“Jack is on fire!”
“Probably from all the laser beams.”
“It’s a figure of speech.”
“Well you’re a figure of shit!”
“Great… I’m a figure of shit… Can we move on?!”
Sega’s MadWorld was a game I had questioned purchasing long before it had been released because I wasn’t sure if it would hold up. The only information released on the game was the level of violence it contained. It’s assuring to know that the violence level might be enough to induce catatonia in the conservative elderly population. The game is just obscene, but the obscenity is reduced when you realize how over-the-top it is. I mean, you can trap someone in a tire, then shove up to five street signs in his skull before throwing him into a dumpster – whose lid then snaps the guy in half. Brutal but acceptable when one notes the level of absurdity.
The game does actually have some substance, though. First and foremost is the artistic style of the whole game. It’s black and white – and red all over, if you play it right. It looks like the comic of Sin City come to life, although the lead character resembles Hellboy more than he does anyone from Frank Miller’s comic. It looks great in its simplicity. There’s even a smattering of florescent blue when you fight space aliens!
The plot isn’t anything to write home about, but it’s there. You play a participant in the Death Watch competition, fighting your way to the number one position. The competition takes place on an island whose previous inhabitants were slaughtered by some unknown virus. Early in the game, you save a doctor who somehow never escaped but also did not die after exposure. It’s around this time that you find out that your character, Jack, is not just there to participate but to investigate the incident.
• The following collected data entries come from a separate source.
"""Do imports go only downward, and does nothing below the doors touch files, the network or the browser?"""

import ast
from pathlib import Path

import pytest

pytestmark = pytest.mark.cpython_only  # reads the source tree

PACKAGE = Path(__file__).parent.parent / "pysolver"

# from the bottom up: a module imports only modules named before it
LAYERS = [
    "__init__", "errors", "number_text", "unit_table", "display", "units", "piecewise",
    "beam", "loads", "mechanism", "stiffness", "statics", "envelope", "bounds",
    "record_validator", "record", "measured", "readings", "combinations", "vocabulary", "frame", "found", "limits", "facts",
    "comparison", "model", "uplift", "searching", "outcome", "governing", "check",
    "svg", "drawing_bezier", "drawing_labels", "drawing_symbols", "drawing_loads", "drawing_places", "drawing_scheme",
    "drawing_body", "drawing_curve_labels", "drawing_curves", "drawing", "figures", "answer", "recorded",
    "json_text", "link_dictionary", "link", "demo", "bridge", "cli", "__main__",
]
DOORS = {"bridge", "cli", "__main__"}
OUTSIDE = {"js", "pyodide", "socket", "urllib", "http", "subprocess", "os", "pathlib", "shutil", "tempfile", "sys"}


def imported(module: str) -> set[str]:
    tree = ast.parse((PACKAGE / f"{module}.py").read_text("utf-8"))
    names: set[str] = set()
    for node in ast.walk(tree):
        if isinstance(node, ast.ImportFrom) and node.module == "pysolver":
            names |= {f"pysolver.{a.name}" for a in node.names}
        elif isinstance(node, ast.ImportFrom) and node.module:
            names.add(node.module)
        elif isinstance(node, ast.Import):
            names |= {a.name for a in node.names}
    return names


def test_every_module_has_its_place():
    assert sorted(LAYERS) == sorted(p.stem for p in PACKAGE.glob("*.py"))


@pytest.mark.parametrize("module", LAYERS)
def test_imports_go_down_only(module):
    below = set(LAYERS[: LAYERS.index(module)])
    own = {name.removeprefix("pysolver.").partition(".")[0] for name in imported(module) if name.startswith("pysolver.")}
    own &= set(LAYERS)  # "from pysolver import __version__" names no module
    assert own <= below, f"{module} imports {sorted(own - below)}, which stand above it"


@pytest.mark.parametrize("module", [m for m in LAYERS if m not in DOORS])
def test_only_the_doors_touch_the_world(module):
    assert not {name.partition(".")[0] for name in imported(module)} & OUTSIDE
While the plot gives the illusion of depth, by the end it’s all revealed to be a plot by the rich simply for the purpose of entertainment. (Oh, and to threaten other countries with a virus and whole the vaccine for ransom.)
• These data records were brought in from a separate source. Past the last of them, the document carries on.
@pytest.mark.parametrize(("quantity", "allowed"), [("shear", 0.002), ("moment", 0.002), ("sag", 0.05)])
def test_the_drawn_curve_is_the_solved_polynomial_everywhere(quantity: drawing_curves.Quantity, allowed: float) -> None:
    """allowed in drawing units: coordinates are rounded to 0.001; sag as promised."""
    record = varied()
    _, layout, response = solved(record)
    pieces = drawing_curves.best_pieces(quantity, response, layout)
    drawn = beziers(path_of(curve(quantity, record), "curve"))
    assert len(drawn) >= len(pieces)
    across = np.array([p[0][0] for p in drawn] + [drawn[-1][3][0]])
    metres = layout.beam.length / (across[-1] - across[0])

    def exact(x: float) -> float:
        start, _, c = next(p for p in pieces if x <= p[1] + 1e-12)
        return float(polynomial.polyval(x - start, c))

    samples = [(de_casteljau([p[1] for p in piece], t), (de_casteljau([p[0] for p in piece], t) - across[0]) * metres)
               for piece in drawn if piece[3][0] - piece[0][0] > 0.5 for t in (0.11, 0.37, 0.5, 0.83)]
    y, v = np.array([s[0] for s in samples]), np.array([exact(s[1]) for s in samples])
    slope, base = np.polyfit(v, y, 1)
    steepest = max(abs(polynomial.polyval(np.linspace(0, b - a, 9), polynomial.polyder(c))).max() for a, b, c in pieces)
    steep = 0.002 * abs(slope) * metres * steepest
    assert np.abs(base + slope * v - y).max() <= allowed + steep
    assert (slope < 0) == (quantity == "shear"), "shear up, sagging and sag down"


def test_jumps_of_shear_and_moment_are_upright_strokes() -> None:
    record = record_of(["4.0"], ["bearing", "pinned"], [load(1, "point", "10", at(0, "right", "1.0")),
                                                        load(2, "moment", "6", at(0, "right", "3.0"))])
    places: tuple[tuple[drawing_curves.Quantity, float], ...] = (("shear", 1.0), ("moment", 3.0))
    for quantity, place in places:
        data = path_of(curve(quantity, record), "curve")
        points = [(float(a), float(b)) for a, b in re.findall(rf"[ML]({NUMBER}) ({NUMBER})", data)]
        ends = [p[3] for p in beziers(data)]
        x = 22.0 + 296.0 * place / 4.0
        starts = [y for px, y in points if abs(px - x) < 0.01]
        stops = [y for px, y in ends if abs(px - x) < 0.01]
        assert starts, quantity
        assert stops
        assert max(abs(a - b) for a in starts for b in stops) > 20.0


def test_a_sagging_moment_is_drawn_below_the_base_line_and_the_drawing_says_so() -> None:
    markup = curve("moment", record_of(["4.0"], ["bearing", "pinned"], [load(1, "point", "10", at(0, "right", "2.0"))]))
    base = next(float(e.attrib["y1"]) for e in parsed(markup).iter(f"{SVG}line") if e.attrib.get("class") == "axis")
    assert all(y >= base - 1e-6 for piece in beziers(path_of(markup, "curve")) for _, y in piece)
    assert any("sagging drawn below the line" in one for one in texts(markup))
    assert "10.0" in texts(markup), "P L / 4 = 10 kN·m at mid-span, with three figures"


def test_a_sagging_rail_stands_outside_a_smaller_moment_and_a_far_one_is_named_instead() -> None:
    record = record_of(["4.0"], ["bearing", "pinned"], [load(1, "point", "10", at(0, "right", "2.0"))])
    rails = [Rail(start=0.0, end=4.0, value=12e3, sign=1, label="limit 12.0 kN·m"),
             Rail(start=0.0, end=4.0, value=250e3, sign=-1, label="limit 250 kN·m")]
    markup = curve("moment", record, rails)
    drawn = [e for e in parsed(markup).iter(f"{SVG}line") if e.attrib.get("class") == "rail"]
    lowest = max(y for piece in beziers(path_of(markup, "curve")) for _, y in piece)
    assert len(drawn) == 1
    assert float(drawn[0].attrib["y1"]) > lowest
    assert "limit 12.0 kN·m" in texts(markup)
    assert "limit 250 kN·m, beyond this drawing" in texts(markup)


def test_the_worst_case_is_a_second_curve_at_its_own_height() -> None:
    record = record_of(["4.0"], ["bearing", "pinned"], [load(1, "point", "10", at(0, "right", "2.0"))])
    markup = curve("moment", record, worst=1.5)
    base = next(float(e.attrib["y1"]) for e in parsed(markup).iter(f"{SVG}line") if e.attrib.get("class") == "axis")
    depth = {name: max(y for piece in beziers(path_of(markup, name)) for _, y in piece) - base
             for name in ("curve", "curve-high")}
    assert depth["curve-high"] == pytest.approx(1.5 * depth["curve"], rel=1e-3)


def upright_boxes(markup: str) -> list[tuple[str, float, float, float, float]]:
    """Text, left, right, top, bottom, from the count of characters at half the font size each (from memory: what a common
    sans-serif face needs), capitals 0.7 of it high."""
    boxes = []
    for e in parsed(markup).iter(f"{SVG}text"):
        if "transform" not in e.attrib:
            x, y, size = (float(e.attrib[name]) for name in ("x", "y", "font-size"))
            long = 0.5 * size * len(e.text or "")
            left = x - {"start": 0.0, "middle": long / 2, "end": long}[e.attrib["text-anchor"]]
            boxes.append((e.text or "", left, left + long, y - 0.7 * size, y))
    return boxes


def two_spans() -> Record:
    return record_of(["5.4", "4.2"], ["bearing", "bearing", "pinned"],
                     [load(1, "line", "8", whole_beam=True), load(2, "point", "20", at(0, "right", "2.2"))])


def figures_across(markup: str) -> list[str]:
    """Texts of a curve that lie across a rail or a governing mark."""
    rails = [(float(e.attrib["x1"]), float(e.attrib["x2"]), float(e.attrib["y1"])) for e in parsed(markup).iter(f"{SVG}line")
             if e.attrib.get("class") == "rail"]
    rings = [(float(e.attrib["cx"]), float(e.attrib["cy"]), float(e.attrib["r"])) for e in parsed(markup).iter(f"{SVG}circle")
             if e.attrib.get("class") == "gov"]
    assert rails
    assert rings
    return [words for words, left, right, top, bottom in upright_boxes(markup)
            if any(left < x1 and x0 < right and top < y < bottom for x0, x1, y in rails)
            or any(left < cx + r and cx - r < right and top < cy + r and cy - r < bottom for cx, cy, r in rings)]


def test_no_figure_lies_across_a_rail_or_a_governing_mark() -> None:
    """The demonstration check once had the moment over its support written across the limit."""
    for system in ("metric", "us"):
        record = demo()
        record["settings"]["display"] = system
        drawings = answer(run_check(record))["drawings"]
        for quantity in ("shear", "moment", "sag"):
            assert figures_across(drawings[quantity]) == [], f"{quantity}, {system}"


@pytest.mark.parametrize("times", [1.02, 1.2, 1.5, 2.0])
@pytest.mark.parametrize("quantity", ["shear", "moment"])
def test_nor_with_rails_at_any_distance(quantity: drawing_curves.Quantity, times: float) -> None:
    record = two_spans()
    _, layout, response = solved(record)
    values = [v for many in drawing_curves.peaks(drawing_curves.best_pieces(quantity, response, layout)) for _, v in many]
    rails = [Rail(start=0.0, end=9.6, value=abs(times * v), sign=1 if v > 0 else -1, label=f"limit {abs(times * v):.0f}")
             for v in (min(values), max(values))]
    governing = [Mark(x=5.4, value=1.2 * min(values), label="0.97 of the limit")]
    assert figures_across(curve(quantity, record, rails, governing, worst=1.3)) == []


def test_only_the_side_of_its_own_limit_is_drawn_as_the_worst_case_and_the_other_as_the_least_effect() -> None:
    record = two_spans()
    _, layout, response = solved(record)
    best = drawing_curves.best_pieces("moment", response, layout)
    high, low = ([(a, b, f * c) for a, b, c in best] for f in (1.5, 0.5))
    for sagging in (True, False):
        markup = drawing.curve("moment", response, layout, high=high if sagging else None, low=None if sagging else low,
                               rails=[], governing=[], system="metric")
        base = next(float(e.attrib["y1"]) for e in parsed(markup).iter(f"{SVG}line") if e.attrib.get("class") == "axis")
        worst, least = (beziers(path_of(markup, name)) for name in ("curve-high", "curve-least"))
        below, above = (worst, least) if sagging else (least, worst)
        assert min(p[3][1] for p in below) >= base - 0.01
        assert max(p[3][1] for p in above) <= base + 0.01
        across = sum(p[3][0] - p[0][0] for p in [*worst, *least])
        assert across == pytest.approx(296.0, abs=0.05), "the whole beam, once"


def test_the_key_fits_the_paper_and_names_every_line_that_is_drawn() -> None:
    rails = [Rail(start=0.0, end=9.6, value=60e3, sign=sign, label="limit 60.0 kN·m") for sign in (1, -1)]
    for markup in (curve("moment", two_spans(), rails, [Mark(x=5.4, value=-30e3, label="0.50 of the limit")], worst=1.3),
                   curve("moment", two_spans()), curve("moment", record_of(["4.0"], ["bearing", "pinned"]))):
        assert not [one for one in upright_boxes(markup) if one[2] > 340.0]
        lines = {e.attrib.get("class") for e in parsed(markup).iter(f"{SVG}path")} & {"curve-high", "curve-least"}
        samples = {e.attrib.get("class") for e in parsed(markup).iter(f"{SVG}line")} & {"curve-high", "curve-least"}
        assert lines == samples


def test_a_beam_without_any_moment_gets_a_straight_line_and_no_values_of_rounding_residues() -> None:
    cancelling = [load(i, "line", amount, whole_beam=True) for i, amount in enumerate(("0.1", "0.2", "-0.3"))]
    over_support = load(9, "point", "13.7", at(1, "right", "0"))
    beams = [record_of(["4.0"], ["bearing", "pinned"]), record_of(["3.7"], ["bearing", "pinned"], cancelling),
             record_of(["3.7", "2.2"], ["bearing", "bearing", "pinned"], [*cancelling, over_support])]
    assert 0.0 < np.abs(solved(beams[1])[2].moment).max() < 1e-9, "the floats 0.1 + 0.2 - 0.3 leave a residue"
    for record in beams:
        markup = curve("moment", record)
        assert len({y for piece in beziers(path_of(markup, "curve")) for _, y in piece}) == 1
        assert "no moment under these loads" in texts(markup)
        assert not [one for one in texts(markup) if re.fullmatch(NUMBER, one)]


def test_sag_is_drawn_from_the_line_between_settled_supports() -> None:
    record = record_of(["4.0"], ["bearing", "pinned"], [load(1, "point", "10", at(0, "right", "2.0"))])
    plain = path_of(curve("sag", record), "curve")
    for support in record["supports"]:
        support["settlement"] = written("25", "mm")
    assert path_of(curve("sag", record), "curve") == plain


# --- what is entered ------------------------------------------------------------------------------------------------


def paths_of(record: Record) -> set[str]:
    ends = [f"/overhangs/{end}" for end, value in record["overhangs"].items() if value is not None]
    return {*ends, "/section", *(f"/{name}/{i}" for name in ("supports", "spans", "loads", "hinges")
                                 for i in range(len(record[name])))}


def two_hinges_in_one_place() -> Record:
    return record_of(["4.0", "3.0"], ["bearing", "bearing", None], hinges=[at(0, "right", "2.0")] * 2)


@pytest.mark.parametrize("make", [blank, varied, twelve, two_hinges_in_one_place])
@pytest.mark.parametrize("with_layout", [True, False])
def test_every_thing_of_the_record_can_be_picked_inside_the_drawing(make: Any, with_layout: bool) -> None:
    record = make()
    layout = solved(record)[1] if with_layout and make in (varied, twelve) else None
    made = drawing.working(record, layout, read_all(record))
    box = [float(n) for n in parsed(made.svg).attrib["viewBox"].split()]
    assert box == pytest.approx([0.0, 0.0, made.width, made.height], abs=1e-3)
    assert {pick.path for pick in made.picks} == paths_of(record)
    assert len(made.picks) == len(paths_of(record))
    assert all(0 <= pick.x <= made.width and 0 <= pick.y <= made.height for pick in made.picks)
    assert len({(pick.x, pick.y) for pick in made.picks}) == len(made.picks)


def test_neighbouring_supports_and_spans_are_far_enough_apart_for_a_finger() -> None:
    """32 CSS pixels: how far a touch reaches (web/picking.js, REACH)."""
    made = drawing.working(twelve(), None, read_all(twelve()))
    fixed = [p for p in made.picks if p.path.startswith(("/supports", "/spans")) or p.path == "/section"]
    assert min(math.hypot(a.x - b.x, a.y - b.y) for i, a in enumerate(fixed) for b in fixed[:i]) > 32
    uneven = record_of(["1.0", "9.0", "1.2", "8.0"], ["bearing"] * 4 + ["pinned"])
    xs = [p.x for p in drawing.working(uneven, None, read_all(uneven)).picks if p.path.startswith("/supports")]
    assert all(96 <= b - a <= 260 for a, b in pairwise(xs))


def test_a_blank_record_gives_a_drawing_of_questions() -> None:
    made = drawing.working(blank(), None, read_all(blank()))
    assert texts(made.svg).count("?") == 3, "two supports and the span"
    assert {"A", "B"} <= set(texts(made.svg))


def test_a_load_without_a_place_is_marked_unread_and_the_others_keep_theirs() -> None:
    record = record_of(["4.0"], ["bearing", "pinned"],
                       [load(1, "point", "10", at(0, "right", "1.0")), load(2, "point", "7")])
    made = drawing.working(record, None, read_all(record))
    a, b = (next(p.x for p in made.picks if p.path == f"/supports/{i}") for i in (0, 1))
    assert next(p.x for p in made.picks if p.path == "/loads/0") == pytest.approx(a + (b - a) / 4, abs=0.02)
    assert "10.0 kN" in texts(made.svg)
    assert "7.00 kN ?" in texts(made.svg)
    assert len([e for e in parsed(made.svg).iter(f"{SVG}g") if e.attrib.get("class") == "load unread"]) == 1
The story isn’t the point of the game. The gameplay is all that matters, and this game delivers. It’s not just about killing people – it’s about finding creative ways to maim them before you end them. The game’s world is in a sandbox style, meaning it’s an open playground for you with tons of creative death traps. Tires, giant coins, and steel drums can be used to keep an enemy in place; signposts and candelabras can be used to (repeatedly) impale your oponnent; and giant hazards like spinning blades, iron belts of thorns, giant grinders, giant fans, the aforementioned dumpsters, and even the afterburners of a jet can be used to finally remove baddies from the playing field.
The absurdity of the action is aided by the commentary provided Greg Proops (of Whose Line is it Anyway? fame) and John DiMaggio (Bender on Futurama). They spend the entire game discussing how disgusting your actions are as well as ripping on each other without bounds. The only problem is that some jokes are repeated due to being connected to specific items (how many times have I heard the cockroach head joke after picking up a one-up?) and how long you spend running around a stage. However, they’re creative and vulgar, and that’s what makes it so damn pleasant in the end. You can just tell that the guys had fun in the recording booth the entire time.
As can be expected, the game is surrounded by a bit of controversy. The game will not be released in Germany due to violence, and I’m not sure if the rest of Europe will be receiving the game. Additionally, The National Institute on Media and the Family released a statement saying that they were disappointed in Nintendo’s allowing this game to be published on the Wii, since the family-friendly nature of the system was so lauded by them. Of course, my response is that it’s a video game system. That’s like blaming VCR manufacturers for the existence of porno vids. One final controversy about the film is that it sold only 66,000 copies in the first month, which is suggestive to onlookers that M-rated games are difficult to sell on the Wii (see previous statements about its family-friendly nature). There’s a lot that I have to say about the ability to sell so-called mature content on the Wii, but that has no place here. I have to say, though, that I don’t recall the game’s having any advertising outside of the video game journals/blogs world.
The important thing to note is that Sega is pleased with the sales of the game, and I am pleased with having purchased the game. It’s really short, but it’s insanely fun nonetheless. I wouldn’t mind a sequel with more creative tools and a less repetitive music soundtrack. And more commentary. Definitely need more dick, poop, and blood jokes.